TASK INSTRUCTIONS =
Each line of the listing that contains "again" should be found and copied.
*** Opening of ENTRIES SUPPLIED ***
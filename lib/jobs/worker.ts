// The BullMQ consumer of `lobeline-reduction`. Any number of these may run, on any machine that reaches the same
// MariaDB, Redis and S3. A worker killed mid-job (SIGKILL, power loss) stops renewing its lock; after
// `lockDuration` another worker's stalled-job check moves the job back to waiting and it runs again (STACK.md:
// recovery worked here with lockDuration = stalledInterval = 5000 ms).
//
// Keeping the lock of a CPU-heavy job: BullMQ renews the lock from a timer every lockDuration / 2, so the event loop
// must not be blocked longer than that. The engine awaits after every step (lib/jobs/engine.ts, `setImmediate`), and
// one step of the largest accepted frame is far shorter than 2.5 s (N1 in the README's bench section: one 512×512
// step in well under a second on this 2-core machine), so the 5 s lock is kept; a larger lock would only slow the
// recovery from a killed worker. Each worker also runs the lost-job sweep (./sweep.ts).
import { type Job, UnrecoverableError, Worker } from 'bullmq';
import { log } from '@/lib/log';
import { createRedisConnection } from '@/lib/queue/connection';
import { EVENT_MERGE_JOB, eventMergeJobDataSchema } from '@/lib/queue/event-flow';
import {
  REDUCTION_ATTEMPTS,
  REDUCTION_BACKOFF_TYPE,
  REDUCTION_QUEUE,
  type ReductionJobData,
  type ReductionJobOutcome,
  reductionBackoffMs,
  reductionJobDataSchema,
} from '@/lib/queue/reduction-queue';
import { processEventMerge } from './event-merge';
import { ReductionRefusedError } from './failure';
import { type JobContext, markReductionFailed, processReduction } from './reduce-scan';
import { startSweepTimer } from './sweep';

const wlog = log.child({ surface: 'reduction', part: 'worker' });

export const WORKER_LOCK_MS = 5_000;
export const WORKER_STALLED_INTERVAL_MS = 5_000;
/** Times a job may be found stalled (its worker died) before it is failed for good. */
export const WORKER_MAX_STALLED = 2;

export interface ReductionWorkerOptions {
  /** Jobs run at once in this process (default 1: a reduction is CPU-bound). */
  concurrency?: number;
  /** Shown in BullMQ and the log. */
  name?: string;
  /** The lost-job sweep of this worker (./sweep.ts); `false` turns it off. */
  sweep?: { intervalMs?: number; minAgeMs?: number } | false;
  /**
   * Awaited after each progress report of a job (fraction 0…1), before the job goes on. For instrumentation and
   * for the outage tests, which take a service away at a known point of a job.
   */
  onProgress?: (data: ReductionJobData, fraction: number) => Promise<void> | void;
}

function handler(onProgress: ReductionWorkerOptions['onProgress']) {
  return async (job: Job<ReductionJobData, ReductionJobOutcome>): Promise<ReductionJobOutcome> => {
    const parsed = reductionJobDataSchema.safeParse(job.data);
    if (!parsed.success) throw new UnrecoverableError(`malformed job payload for ${job.id}`);
    // The parent of a split event file (lib/queue/event-flow.ts): merge the chunks' histograms, then analyse.
    const merge = job.name === EVENT_MERGE_JOB ? eventMergeJobDataSchema.safeParse(job.data) : null;
    if (merge && !merge.success) throw new UnrecoverableError(`malformed merge payload for ${job.id}`);
    try {
      const run = merge?.success
        ? (_: ReductionJobData, c: JobContext) => processEventMerge(merge.data, c)
        : processReduction;
      return await run(parsed.data, {
        attemptsMade: job.attemptsMade,
        maxAttempts: job.opts.attempts ?? REDUCTION_ATTEMPTS,
        updateProgress: async (p) => {
          await job.updateProgress(p);
          await onProgress?.(parsed.data, p / 100);
        },
      });
    } catch (err) {
      // Permanent problems must not be retried: BullMQ skips the remaining attempts for UnrecoverableError.
      if (err instanceof ReductionRefusedError) throw new UnrecoverableError(err.message);
      throw err;
    }
  };
}

/** Starts a worker in this process; `close()` waits for the running job and ends its Redis connections. */
export function startReductionWorker(options: ReductionWorkerOptions = {}): {
  worker: Worker<ReductionJobData, ReductionJobOutcome>;
  close: () => Promise<void>;
} {
  const connection = createRedisConnection('worker');
  const worker = new Worker<ReductionJobData, ReductionJobOutcome>(REDUCTION_QUEUE, handler(options.onProgress), {
    connection,
    concurrency: options.concurrency ?? 1,
    name: options.name,
    lockDuration: WORKER_LOCK_MS,
    stalledInterval: WORKER_STALLED_INTERVAL_MS,
    maxStalledCount: WORKER_MAX_STALLED,
    settings: {
      backoffStrategy: (attemptsMade, type) =>
        type === REDUCTION_BACKOFF_TYPE ? reductionBackoffMs(attemptsMade) : reductionBackoffMs(1),
    },
  });
  worker.on('failed', (job, err) => {
    if (!job) return;
    // A job that stalled too often never reached our catch block: record it here (no-op when already recorded).
    if (/stalled/i.test(err?.message ?? '')) {
      const data = reductionJobDataSchema.safeParse(job.data);
      if (data.success) {
        void markReductionFailed({
          reductionJobId: data.data.reductionJobId,
          scanId: data.data.scanId,
          message:
            'The worker reducing this scan stopped several times in the middle of the job (it crashed or ran out of ' +
            'memory). Check the worker machines; then reduce the scan again.',
          attempts: job.attemptsMade + 1,
        });
      }
    }
  });
  worker.on('error', (err) => wlog.warn('worker error', { err }));
  const sweeper =
    options.sweep === false
      ? null
      : startSweepTimer({
          holder: options.name ?? `worker-${process.pid}`,
          intervalMs: options.sweep?.intervalMs,
          minAgeMs: options.sweep?.minAgeMs,
        });
  let closed = false;
  return {
    worker,
    close: async () => {
      if (closed) return;
      closed = true;
      await sweeper?.stop();
      await worker.close();
      await connection.quit().catch(() => connection.disconnect());
    },
  };
}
*** Close of ENTRIES SUPPLIED ***
SOLUTION =
// `lockDuration` another worker's stalled-job check moves the job back to waiting and it runs again (STACK.md:
            'memory). Check the worker machines; then reduce the scan again.',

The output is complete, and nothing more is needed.